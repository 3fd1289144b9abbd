"""Limiters without memory: y = f(x), both pure numbers, slope 1 where the signal is small.

x is the limiter's input times the small-signal gain, over the limiter's scale: the mean rail of a clipping output,
the largest current of a differential pair, kT/q of a single bipolar stage (whose y is collector current over its mean).
"""

from __future__ import annotations

from collections.abc import Callable
from dataclasses import dataclass

import numpy as np
from numpy.typing import NDArray

Array = NDArray[np.float64]
TABLE_SAMPLES = 512
MOST_EXPONENT = 600.0  # e^x stays finite; the mean is divided out, so only differences of x matter


@dataclass(frozen=True)
class Limiter:
    """`respond(x, skew)` → y and dy/dx for samples x (n, M); skew (n, 1) is the rails' (high − low)/(high + low).
    `corners(x, skew)`, where y has some: additions to y that make its sums over samples integrals.

    odd: f(−x) = −f(x), so that only odd harmonics arise (a clipping output loses this with unequal rails);
    mean_fixed: the bias holds the mean of y at 1, whatever the amplitude, and y is divided by the waveform's own mean.
    onset_power: e − 1 to this power is smooth in the amplitude at which the excess gain e is used up.
    cell_edges: of e − 1, between which a fitted shift is one polynomial; smooth: y has no corners;
    samples_per_level: points per period over the amplitude of x that keep its frequency within 10 ppm.
    """

    name: str
    respond: Callable[[Array, Array], tuple[Array, Array]]
    odd: bool
    mean_fixed: bool = False
    onset_power: float = 0.5
    smooth: bool = True
    samples_per_level: float = 8.0
    corners: Callable[[Array, Array], Array] | None = None
    cell_edges: tuple[float, ...] = (0.0, 0.1, 0.5, 1.0, 2.0, 4.0, 8.0, 16.0, 32.0, 64.0)

    def first_amplitude(self, excess: Array) -> Array:
        """Amplitude of a sinusoidal x at which the describing function is 1/excess, interpolated in a table."""
        amplitude, gain = _table(self)
        return np.interp(np.log(excess), -np.log(gain), amplitude)


def _clip(x: Array, skew: Array) -> tuple[Array, Array]:
    low, high = skew - 1, skew + 1
    return np.clip(x, low, high), ((x > low) & (x < high)).astype(np.float64)


def _clip_corners(x: Array, skew: Array) -> Array:
    """What sums over samples of a clipped wave miss of its integrals, as additions to the samples beside each corner.

    The trapezoid rule misses J h² B2(θ)/2 at a corner of slope jump J, a fraction θ into a step h, B2 = θ² − θ + 1/6
    (Euler–Maclaurin with the corner as an end of both pieces).
    """
    extra = np.zeros(x.shape)
    for sign in (1.0, -1.0):
        rail = np.broadcast_to(skew + sign, (len(x), 1))
        beyond = sign * x > sign * rail
        rows, here = np.nonzero(beyond != np.roll(beyond, -1, axis=1))
        following = (here + 1) % x.shape[1]
        first, second = x[rows, here], x[rows, following]
        theta = (rail[rows, 0] - first) / (second - first)
        corner = -sign * np.abs(second - first) / 2 * (theta * theta - theta + 1 / 6)
        extra[rows, here] += corner * (1 - theta)
        extra[rows, following] += corner * theta
    return extra


def _tanh(x: Array, skew: Array) -> tuple[Array, Array]:
    y = np.tanh(x)
    return y, 1 - y * y


def _exp(x: Array, skew: Array) -> tuple[Array, Array]:
    y = np.exp(np.maximum(x - np.max(x, axis=1, keepdims=True), -MOST_EXPONENT))
    y = y / np.mean(y, axis=1, keepdims=True)
    return y, y


def _table(limiter: Limiter) -> tuple[Array, Array]:
    """Amplitudes (rising) and describing functions (falling) over all excess gains that a circuit may have."""
    if limiter.name not in _TABLES:
        start = 1.0 if not limiter.smooth else 1e-3
        amplitude = start + np.concatenate([[0.0], np.geomspace(1e-7, 1e6, 4000)])
        theta = (np.arange(TABLE_SAMPLES) + 0.5) * 2 * np.pi / TABLE_SAMPLES
        y, _ = limiter.respond(amplitude[:, None] * np.cos(theta), np.zeros((1, 1)))
        gain = 2 * np.mean(y * np.cos(theta), axis=1) / amplitude
        _TABLES[limiter.name] = amplitude, np.minimum.accumulate(gain)
    return _TABLES[limiter.name]


_TABLES: dict[str, tuple[Array, Array]] = {}

CLIP_CELLS = (0.0, 0.003, 0.012, 0.05, 0.15, 0.3, 0.5, 0.8, 1.2, 2.0)
CLIP = Limiter(
    "clip",
    _clip,
    odd=True,
    onset_power=1 / 3,
    smooth=False,
    samples_per_level=12.0,
    corners=_clip_corners,
    cell_edges=CLIP_CELLS,
)
TANH = Limiter("tanh", _tanh, odd=True)
EXP = Limiter("exp", _exp, odd=False, mean_fixed=True, samples_per_level=1.0)
LIMITERS = {limiter.name: limiter for limiter in (CLIP, TANH, EXP)}
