def _take_tolerance(part: PartFacts, source: Source, texts: list[str], unit: str) -> bool:
    """True when the percentages of the cell settle the tolerance, or settle that it must be asked for."""
    texts = _without_dielectric(part, source, texts)
    bounds = []
    for text in texts:
        try:
            found = parse_tolerance(text, nominal=part.value, si_unit=unit)
        except QuantityError:
            continue
        if found not in bounds:
            bounds.append(found)
    if len(bounds) > 1:
        part.remark("warning", "bom-tolerance-ambiguous", f"{' and '.join(map(shown, texts))} stand in one cell; which is the "
                    "tolerance? none was read: write it in a column Tolerance", source)  # fmt: skip
        return True
    if bounds:
        part.tolerance, part.given["tolerance"] = bounds[0], Given(texts[0], source.place)
    return bool(bounds)


def _without_dielectric(part: PartFacts, source: Source, texts: list[str]) -> list[str]:
    """Percentages without the one that is the dielectric's own change over temperature."""
    code = class2_code(source.facts.dielectric or "")
    if code is None or part.kind != "capacitor":
        return texts
    own = [text for text in texts if percent_bounds(text) == (-code.change_high, code.change_high)]
    rest = [text for text in texts if text not in own]
    if own and not rest:
        part.remark("warning", "bom-dielectric-percent", f"{shown(own[0])} is what {code.code} itself changes over temperature; "
                    "it was not read as the tolerance: write the tolerance in a column Tolerance", source)  # fmt: skip
    return rest


def _tolerance_letter(part: PartFacts, ordered: list[Source], unit: str) -> None:
    """A letter of IEC 60062 behind the value: "100n J", "4k7 F"."""
    for source in (s for s in ordered if s.meaning == "value"):
        match = re.fullmatch(r"\s*(\S*\d\S*(?:\s?[pnuμkM]?[FHΩ])?)[\s,/]+([BCDFGJKM])\s*", source.cell.text)
        if match is not None and part.value:
            part.tolerance = parse_tolerance(match[2], nominal=part.value, si_unit=unit)
            part.given["tolerance"] = Given(match[2], source.place)


def _law(part: PartFacts, sources: list[Source], ordered: list[Source]) -> None:
    """Dielectric code or ppm/K, from a column of its own or from any words."""
    own = [s for s in sources if s.meaning == "law" and not s.cell.blank]
    for source in own + [s for s in ordered if s.meaning not in ("part_number", "supplier_number")]:
        facts, text = source.facts, None
        if part.kind == "capacitor":
            text = facts.dielectric or (facts.slopes[0] if facts.slopes else None)
            if text is None and facts.ppms:
                text = f"±{facts.ppms[0][1]:g} ppm/K"
        elif part.kind in ("resistor", "inductor"):
            text = facts.slopes[0] if facts.slopes else (f"±{facts.ppms[0][1]:g} ppm/K" if facts.ppms else None)
        if text is None and source in own:
            text = source.cell.text.strip()
        if text is not None:
            part.law, part.given["temperature_law"] = text, Given(text, source.place)
            return


_OVER = re.compile(r"range|over|temp|stab|vs")


def _crystal(part: PartFacts, sources: list[Source], ordered: list[Source]) -> None:
    """Load, ESR, ppm at 25 °C and ppm over temperature, each kept apart."""
    words = [s for s in ordered if s.meaning != "supplier_number"]
    own = {m: [s for s in sources if s.meaning == m and not s.cell.blank] for m in ("load", "esr")}
    loads: list[tuple[Source, Amount]] = [(s, a) for s in own["load"] + words for a in s.facts.of("F") if 1e-12 <= a.value <= 1e-10]
    for source, amount in loads[:1]:
        part.load_f, part.given["load"] = amount.value, Given(amount.text, source.place)
    resistances = [(s, a) for s in own["esr"] + words for a in s.facts.of("Ω") if a.value >= 1]
    for source, amount in resistances[:1]:
        part.esr_ohm, part.given["esr"] = amount.value, Given(amount.text, source.place)
    for source in words:
        if source.facts.ppms:
            _crystal_ppm(part, source)
            return


def _crystal_ppm(part: PartFacts, source: Source) -> None:
    at_room = [p for p in source.facts.ppms if not _OVER.search(p[2]) or "25" in p[2]]
    over = [p for p in source.facts.ppms if p not in at_room]
    if len(at_room) > 1 and not over:
        over, at_room = at_room[1:], at_room[:1]
        part.remark("warning", "bom-crystal-ppm", f"{shown(at_room[0][0])} was read as the tolerance at 25 °C and "
                    f"{shown(over[0][0])} as the limit over temperature; say which is which", source)  # fmt: skip
    if at_room and part.tolerance is None:
        size = float(f"{at_room[0][1] * 1e-6:.12g}")
        part.tolerance, part.given["tolerance"] = (-size, size), Given(at_room[0][0], source.place)
    if not over:
        return
    if source.facts.range_c is None:
        part.remark("warning", "bom-crystal-range", f"{shown(over[0][0])} holds over a temperature range that is not stated; "
                    "write the law in Roles, for example AT ±30 ppm -40..85 °C", source)  # fmt: skip
        return
    low, high = source.facts.range_c
    cut = "AT " if (part.value or 0) > 8e5 else ""
    part.law = f"{cut}±{over[0][1]:g} ppm {low:g}..{high:g} °C"
    part.given["temperature_law"] = Given(over[0][0], source.place)
    if cut:
        part.remark("note", "bom-crystal-cut", f"{part.law!r}: an AT cut is assumed; write another law in Roles where it is "
                    "not", source)  # fmt: skip


def _decode(part: PartFacts, ordered: list[Source]) -> None:
    """What the words left open, from the first cell whose part number can be read."""
    by_number: Callable[[Source], bool] = lambda s: s.meaning not in ("part_number",)  # noqa: E731
    for source in sorted(ordered, key=by_number):
        found = decode_part_number(source.cell.text, part.kind)
        if found is None:
            continue
        if part.value is not None and found.value is not None and not _close(part.value, found.value):
            unit = SI_UNIT[part.kind]
            part.remark("warning", "bom-number-contradiction", f"the part number {shown(found.text)} reads as "
                        f"{format_quantity(found.value, unit)}, the line says {format_quantity(part.value, unit)}; the line "
                        "was taken: correct the wrong one", source)  # fmt: skip
            return
        _fill(part, "value", found.value, source, found.text)
        _fill(part, "tolerance", found.tolerance, source, found.text)
        _fill(part, "temperature_law", found.law, source, found.text)
        return
    for source in ordered:
        if part.law is None and part.kind == "capacitor" and source.facts.dielectric:
            _fill(part, "temperature_law", source.facts.dielectric, source, source.facts.dielectric)


def _fill(part: PartFacts, name: str, found: object, source: Source, text: str) -> None:
    attribute = "law" if name == "temperature_law" else name
    held = getattr(part, attribute)
    if found is None:
        return
    if held is None:
        setattr(part, attribute, found)
        part.decoded.append(name)
        part.given[name] = Given(text, source.place)
    elif name == "tolerance" and part.tolerance is not None and _differs(part.tolerance, found):
        part.remark("warning", "bom-number-contradiction", f"the part number {shown(text)} reads as another tolerance than "
                    f"{shown(part.given['tolerance'].text)}; the line was taken: correct the wrong one", source)  # fmt: skip
    elif name == "temperature_law" and class1_code(str(held)) is None and class2_code(str(held)) is None:
        return
    elif name == "temperature_law" and str(held).replace("NP0", "C0G") != str(found):
        part.remark("warning", "bom-number-contradiction", f"the part number {shown(text)} reads as {found}, the line says "
                    f"{held}; the line was taken: correct the wrong one", source)  # fmt: skip


def _differs(one: tuple[float, float], other: object) -> bool:
    return isinstance(other, tuple) and any(not _close(a, b) for a, b in zip(one, other, strict=True))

+++

### Your objective:
Of all the lines in the data, count those that contain "held" and give that figure with nothing else.

### Exercise result:
5